Hunger und Obdachlosigkeit breiten sich millionenfach aus im reichsten Land der Welt. Die Teuerungsrate bei lebensnotwendigen Dingen liegt bei über 8 Prozent. Und aus Obamas groß angekündigter Gesundheitsreform für alle wurde eine Schmalspur-Reform mit nur kleinen Verbesserungen.

Wegen der breiten Empörung der US-Bevölkerung hatte Obama in seinem Wahlkampf 2008 versprochen, das berüchtigte Gefangenenlager Guantánamo zu schließen. Stattdessen unterschrieb er den "National Defense Authorization Act" (NDAA), durch den der US-Regierung erlaubt wird, weltweit Gefangenenlager zu errichten und mutmaßliche "Terroristen" zu verhaften. Obama zog die US-Truppen aus dem Irak ab - allerdings stehen dort nach wie vor Tausende Söldner in US-Diensten.

Obwohl 80 Prozent der amerikanischen Bevölkerung den Krieg in Afghanistan beenden wollten, schickte Obama 30.000 US-Soldaten mehr als sein Vorgänger Bush dort hin und investierte dafür zusätzliche 83,4 Milliarden Dollar. Auch den Einsatz von tödlichen Drohnen gegen vermeintliche Terroristen weitete er erheblich aus. Aktuell droht er Syrien und Iran mit Militäreinsätzen. Trotz der Ölkatastrophe im Golf von Mexiko kippte Obama ein seit 20 Jahren bestehendes Verbot für Ölbohrungen vor der US-Ostküste und ermöglichte es, noch stärker die landwirtschaftliche Fläche für die Herstellung von Bio-Sprit zu missbrauchen.

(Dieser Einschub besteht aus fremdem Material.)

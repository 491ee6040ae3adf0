import type { RequestName } from '../../src-main/contract/request-names.ts';
import type { Answer, ErrorAnswer, RequestInput } from '../../src-main/contract/requests.ts';
import { host } from './host.ts';

/** What a request answers when nobody is there to answer it. */
export const hostGone: ErrorAnswer = {
  kind: 'ProjectError',
  code: 'host-gone',
  where: 'Footing',
  expected: 'an answer from the program behind this window',
  received: 'none: it has been closed, or its session is over',
  hint: 'Everything up to the last answer is stored. Start Footing again and open the project there.',
};

/** Asks the core for one thing. Never throws: what goes wrong is in the answer. */
export async function request<Name extends RequestName>(name: Name, input: RequestInput<Name>): Promise<Answer<Name>> {
  // JSON drops what must not travel: reactive proxies, functions, undefined fields.
  const inputJson = JSON.stringify(input);
  try {
    return JSON.parse(await host().send(name, inputJson)) as Answer<Name>;
  } catch {
    return { ok: false, error: hostGone };
  }
}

Obamas Gegenspieler Romney und Co. fordern drastische Steuersenkungen für das Monopolkapital, so z.B. die vollständig Abschaffung der Erbschaftssteuer und der Kapitalertragssteuer. Diese ultrareaktionären Scharfmacher wollen auch in der Verfassung ein striktes Abtreibungsverbot festschreiben, das auch bei Vergewaltigungen oder Inzest gelten soll. Dazu erklärte der republikanische Abgeordnete und Senatskandidat Todd Akin aus Missouri, dass bei "wirklichen" Vergewaltigungen Schwangerschaften fast ausgeschlossen seien, weil der weibliche Körper über Wege verfüge, "die ganze Sache außer Betrieb zu nehmen". Zwar distanzierte sich Romney von diesem Unsinn, aber nicht von dem Gesetzesvorhaben. Romneys Programm ist "so knallhart konservativ wie seit Jahren nicht", schreibt die Nachrichtenagentur "Reuters".